Work instruction: Find all lines below containing the string "light" and return them.

Data records:
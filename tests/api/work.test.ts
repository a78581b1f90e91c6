import pg from 'pg';
import { afterAll, beforeAll, expect, test } from 'vitest';
import type { z } from 'zod';
import {
  benchSchema,
  homeSchema,
  labSchema,
  cabinetPlateSchema,
  problemSchema,
  protocolSchema,
  runPageSchema,
  runSchema,
} from '../../shared/schemas';
import { answered, call } from './support/calls';
import { type Agent, type Harness, startHarness } from './support/harness';
import { benchBody, join, makeLab, plateBody, target, type TestLab } from './support/lab';

let harness: Harness;
let lead: Agent;
let operator: Agent;
let guest: Agent;
let lab: TestLab;
beforeAll(async () => {
  harness = await startHarness();
  [lead, operator, guest] = [
    await harness.signIn('adaeze-holm'),
    await harness.signIn('juno-petrak'),
    await harness.signIn('mirela-stanic'),
  ];
  lab = await makeLab(harness, lead, 'Own lab');
  await join(harness, lead, lab.labId, operator, 'operator');
  await join(harness, lead, lab.labId, guest, 'guest');
}, 60_000);
afterAll(async () => {
  await harness.close();
});

const at = (path: string) => `/labs/${lab.labId}${path}`;
const get = <S extends z.ZodType>(path: string, schema: S, agent = lead) =>
  answered(call(harness, agent, 'get', at(path)), schema);
async function faultOf(
  request: ReturnType<typeof call>,
): Promise<{ status: number; path?: string | undefined; message?: string | undefined }> {
  const response = await request;
  const problem = problemSchema.parse(JSON.parse(response.text));
  const [field] = problem.fields ?? [];
  return { status: response.status, path: field?.path, message: field?.message ?? problem.detail };
}

test('a plate stands on one bench at a time: the other bench is named, and a standing plate is not retired', async () => {
  const twice = await faultOf(
    call(harness, lead, 'post', at('/benches'), { body: benchBody(lab.plateIds, 'second') }),
  );
  expect(twice).toMatchObject({ status: 422, path: 'plateIds.0' });
  expect(twice.message).toMatch(/^H-3 stands in the beam of signal arm\./);
  const standing = await faultOf(
    call(harness, lead, 'post', at(`/plates/${lab.plateIds[0]}/retire`), { ifMatch: '"r1"' }),
  );
  expect(standing).toMatchObject({ status: 409 });
  expect(standing.message).toContain('signal arm');
});

test('a bench is refused at its field: an input that cannot be read, a plate that is retired or not there', async () => {
  const spare = await answered(
    call(harness, lead, 'post', at('/plates'), { body: plateBody('S-1') }),
    cabinetPlateSchema,
  );
  const other = await answered(
    call(harness, lead, 'post', at('/plates'), { body: plateBody('S-2') }),
    cabinetPlateSchema,
  );
  const body = benchBody([spare.id, other.id], 'spare bench');
  const input = await faultOf(
    call(harness, lead, 'post', at('/benches'), { body: { ...body, inputExpression: 'cos(22.5) H' } }),
  );
  expect(input).toMatchObject({ status: 422, path: 'inputExpression' });
  expect(input.message).toMatch(/^Column 5: /);
  await answered(
    call(harness, lead, 'post', at(`/plates/${other.id}/retire`), { ifMatch: '"r1"' }),
    cabinetPlateSchema,
  );
  const retired = await faultOf(call(harness, lead, 'post', at('/benches'), { body }));
  expect(retired).toMatchObject({ status: 422, path: 'plateIds.1' });
  await answered(
    call(harness, lead, 'post', at(`/plates/${other.id}/return`), { ifMatch: '"r2"' }),
    cabinetPlateSchema,
  );
  const bench = await answered(call(harness, lead, 'post', at('/benches'), { body }), benchSchema);
  expect(bench.plates.map(({ name }) => name)).toEqual(['S-1', 'S-2']);
  const same = await faultOf(
    call(harness, lead, 'put', at(`/benches/${bench.id}`), {
      body: { ...body, name: 'Signal ARM' },
      ifMatch: '"r1"',
    }),
  );
  expect(same).toMatchObject({ status: 422, path: 'name' });
  // Turned about, and its plates free again once it is retired.
  const turned = await answered(
    call(harness, lead, 'put', at(`/benches/${bench.id}`), {
      body: { ...body, plateIds: [other.id, spare.id] },
      ifMatch: '"r1"',
    }),
    benchSchema,
  );
  expect(turned.plates.map(({ name }) => name)).toEqual(['S-2', 'S-1']);
  await answered(
    call(harness, lead, 'post', at(`/benches/${bench.id}/retire`), { ifMatch: '"r2"' }),
    benchSchema,
  );
  await answered(
    call(harness, lead, 'post', at('/benches'), { body: { ...body, name: 'third' } }),
    benchSchema,
  );
  const back = await faultOf(
    call(harness, lead, 'post', at(`/benches/${bench.id}/return`), { ifMatch: '"r3"' }),
  );
  expect(back).toMatchObject({ status: 409 });
});

test('a run is recorded setting by setting, paused, resumed and finished only when nothing is left open', async () => {
  const run = at(`/runs/${lab.runId}`);
  const reading = (body: unknown) => call(harness, operator, 'post', `${run}/readings`, { body });
  const done = await answered(
    reading({ outcome: 'done', settingIndex: 0, dialledDeg: [12.4, 301.7], note: '' }),
    runSchema,
  );
  expect(done.summary).toMatchObject({ state: 'running', doneCount: 1, skippedCount: 0, settingCount: 2 });
  expect(done.startDialsDeg).toEqual([null, 12.5]);
  expect((await faultOf(call(harness, operator, 'post', `${run}/finish`))).message).toMatch(
    /^One setting is neither/,
  );
  const paused = await answered(
    call(harness, operator, 'post', `${run}/pause`, { body: { note: 'cryostat refill' } }),
    runSchema,
  );
  expect(paused.summary).toMatchObject({ state: 'paused', pauseNote: 'cryostat refill' });
  expect(await faultOf(reading({ outcome: 'skipped', settingIndex: 1, note: 'x' }))).toMatchObject({
    status: 409,
  });
  await answered(call(harness, operator, 'post', `${run}/resume`), runSchema);
  expect(
    await faultOf(reading({ outcome: 'done', settingIndex: 7, dialledDeg: [1, 2], note: '' })),
  ).toMatchObject({ status: 422, path: 'settingIndex' });
  expect(
    await faultOf(reading({ outcome: 'done', settingIndex: 1, dialledDeg: [1], note: '' })),
  ).toMatchObject({ status: 422, path: 'dialledDeg' });
  expect((await reading({ outcome: 'done', settingIndex: 1, dialledDeg: [1, 360], note: '' })).status).toBe(
    400,
  );
  await answered(reading({ outcome: 'skipped', settingIndex: 1, note: 'no light' }), runSchema);
  // A later reading of the same setting takes the place of the earlier one, which stays in the record.
  const corrected = await answered(
    reading({ outcome: 'done', settingIndex: 1, dialledDeg: [90, 45], note: 'light again' }),
    runSchema,
  );
  expect(corrected.summary).toMatchObject({ doneCount: 2, skippedCount: 0 });
  expect(corrected.readings.map(({ sequence }) => sequence)).toEqual([1, 2, 3]);
  const finished = await answered(call(harness, operator, 'post', `${run}/finish`), runSchema);
  expect(finished.summary.state).toBe('finished');
  expect(await faultOf(reading({ outcome: 'skipped', settingIndex: 0, note: 'late' }))).toMatchObject({
    status: 409,
  });
  const { items } = await get('/runs', runPageSchema);
  expect(items.map(({ number }) => number)).toEqual([1]);
});

test('the record says which laser class was acknowledged, and with what words', async () => {
  const client = new pg.Client({ connectionString: harness.testDatabase.adminUrl });
  await client.connect();
  const { rows } = await client.query<{ content: string }>(
    `select content from audit_events where kind = 'run.started' and subject_id = $1`,
    [lab.runId],
  );
  await client.end();
  expect(JSON.parse(rows[0]?.content ?? '')).toMatchObject({
    details: {
      acknowledged: { laserClass: '3B', hazardWavelengthsNm: [405, 810], statement: 'caution-and-officer' },
    },
  });
});

test('no run starts at a bench that is retired, which is named', async () => {
  const other = await makeLab(harness, lead, 'A lab that clears up');
  const there = `/labs/${other.labId}`;
  for (const settingIndex of [0, 1]) {
    await answered(
      call(harness, lead, 'post', `${there}/runs/${other.runId}/readings`, {
        body: { outcome: 'skipped', settingIndex, note: 'no light' },
      }),
      runSchema,
    );
  }
  await answered(call(harness, lead, 'post', `${there}/runs/${other.runId}/finish`), runSchema);
  await answered(
    call(harness, lead, 'post', `${there}/benches/${other.benchId}/retire`, { ifMatch: '"r1"' }),
    benchSchema,
  );
  const body = {
    versionId: other.version.id,
    startDialsDeg: [null, null],
    cautionAcknowledged: true,
    staleAcknowledged: false,
  };
  const refusal = await faultOf(call(harness, lead, 'post', `${there}/runs`, { body }));
  expect(refusal.status).toBe(409);
  expect(refusal.message).toMatch(/^signal arm is retired\./);
  await answered(
    call(harness, lead, 'post', `${there}/benches/${other.benchId}/return`, { ifMatch: '"r2"' }),
    benchSchema,
  );
  await answered(call(harness, lead, 'post', `${there}/runs`, { body }), runSchema);
});

test('a run does not start without the caution acknowledged', async () => {
  const body = {
    versionId: lab.version.id,
    startDialsDeg: [null, null],
    cautionAcknowledged: false,
    staleAcknowledged: false,
  };
  const refusal = await faultOf(call(harness, operator, 'post', at('/runs'), { body }));
  expect(refusal).toMatchObject({ status: 400, path: 'cautionAcknowledged' });
});

test('home shows each person what they could do something about, and to everyone what was last made', async () => {
  const protocol = await answered(
    call(harness, lead, 'post', at('/protocols'), {
      body: {
        name: 'Begun',
        purpose: '',
        benchId: lab.benchId,
        kind: 'prepare',
        objective: 'least-expected-infidelity',
        presentDialsDeg: null,
        toleranceInfidelity: 1e-3,
        targets: [target('t', 'H')],
      },
    }),
    protocolSchema,
  );
  await answered(
    call(harness, operator, 'post', at('/runs'), {
      body: {
        versionId: lab.version.id,
        startDialsDeg: [null, null],
        cautionAcknowledged: true,
        staleAcknowledged: false,
      },
    }),
    runSchema,
  );
  const [forLead, forOperator, forGuest] = [
    await get('/home', homeSchema),
    await get('/home', homeSchema, operator),
    await get('/home', homeSchema, guest),
  ];
  const kinds = (home: typeof forLead) => [...new Set(home.waiting.map(({ kind }) => kind))].toSorted();
  // Calibrated on 1 June, due after 90 days; the second setting was dialled far off.
  expect(kinds(forLead)).toEqual(['calibration-due', 'dialled-not-within', 'draft-ahead', 'run-stands']);
  expect(kinds(forOperator)).toEqual(['calibration-due', 'dialled-not-within', 'run-stands']);
  expect(kinds(forGuest)).toEqual([]);
  expect(forLead.waiting).toContainEqual(
    expect.objectContaining({ kind: 'draft-ahead', protocolId: protocol.id, afterVersion: null }),
  );
  for (const home of [forLead, forOperator, forGuest]) {
    // H-9 stands in no beam, so nothing about it waits.
    expect(home.cabinet.map(({ name }) => name)).toEqual(expect.arrayContaining(['H-3', 'H-9', 'Q-B']));
    expect(home.lastMade).toHaveLength(1);
    expect(home.lastMade[0]).toMatchObject({ label: 't2', runNumber: 1, toleranceInfidelity: 1e-3 });
    expect(home.lastMade[0]?.dialledInfidelity).toBeGreaterThan(1e-3);
  }
});

test('home says of a run which setting is next and which was done last, whatever was skipped or done twice', async () => {
  const { summary } = await answered(
    call(harness, lead, 'post', at('/runs'), {
      body: {
        versionId: lab.version.id,
        startDialsDeg: [null, null],
        cautionAcknowledged: true,
        staleAcknowledged: false,
      },
    }),
    runSchema,
  );
  const stands = async () => {
    const { waiting } = await get('/home', homeSchema);
    const item = waiting.find((one) => one.kind === 'run-stands' && one.run.id === summary.id);
    return item?.kind === 'run-stands' ? [item.nextSetting, item.lastDoneSetting] : null;
  };
  const record = async (reading: unknown) => {
    await answered(
      call(harness, lead, 'post', at(`/runs/${summary.id}/readings`), { body: reading }),
      runSchema,
    );
  };
  const done = (settingIndex: number) => ({ outcome: 'done', settingIndex, dialledDeg: [1, 2], note: '' });
  expect(await stands()).toEqual([1, null]);
  await record(done(1));
  expect(await stands()).toEqual([1, 2]);
  await record({ outcome: 'skipped', settingIndex: 0, note: 'no light' });
  expect(await stands()).toEqual([null, 2]);
  await record({ outcome: 'skipped', settingIndex: 1, note: 'dials slipped' });
  expect(await stands()).toEqual([null, null]);
  await record(done(0));
  expect(await stands()).toEqual([null, 1]);
  await answered(call(harness, lead, 'post', at(`/runs/${summary.id}/finish`)), runSchema);
  expect(await stands()).toBeNull();
});

test('a change of convention rewrites drafts and inputs so that the light stays, and leaves versions alone', async () => {
  const protocol = await answered(
    call(harness, lead, 'post', at('/protocols'), {
      body: {
        name: 'Hands',
        purpose: '',
        benchId: lab.benchId,
        kind: 'prepare',
        objective: 'least-expected-infidelity',
        presentDialsDeg: null,
        toleranceInfidelity: 1e-3,
        targets: [
          target('l', 'L'),
          target('h', 'H'),
          target('c', '(H + i V)/sqrt(2)'),
          target('x', 'half ('),
        ],
      },
    }),
    protocolSchema,
  );
  const before = await get('', labSchema);
  await answered(
    call(harness, lead, 'patch', at(''), {
      body: { convention: { phase: 'wt-kz', handedness: 'source', s3Sign: 'R' } },
    }),
    labSchema,
  );
  const after = await get(`/protocols/${protocol.id}`, protocolSchema);
  expect(before.convention.phase).toBe('kz-wt');
  expect(after.draft.revision).toBe(2);
  // Counter-clockwise to the receiver was L and (H + i V)/√2; it is R now, and H and what cannot be read stay.
  expect(after.draft.content.targets.map(({ expression }) => expression)).toEqual(['R', 'H', 'R', 'half (']);
});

Response to this exercise:
  await answered(reading({ outcome: 'skipped', settingIndex: 1, note: 'no light' }), runSchema);
    reading({ outcome: 'done', settingIndex: 1, dialledDeg: [90, 45], note: 'light again' }),
        body: { outcome: 'skipped', settingIndex, note: 'no light' },
  await record({ outcome: 'skipped', settingIndex: 0, note: 'no light' });
test('a change of convention rewrites drafts and inputs so that the light stays, and leaves versions alone', async () => {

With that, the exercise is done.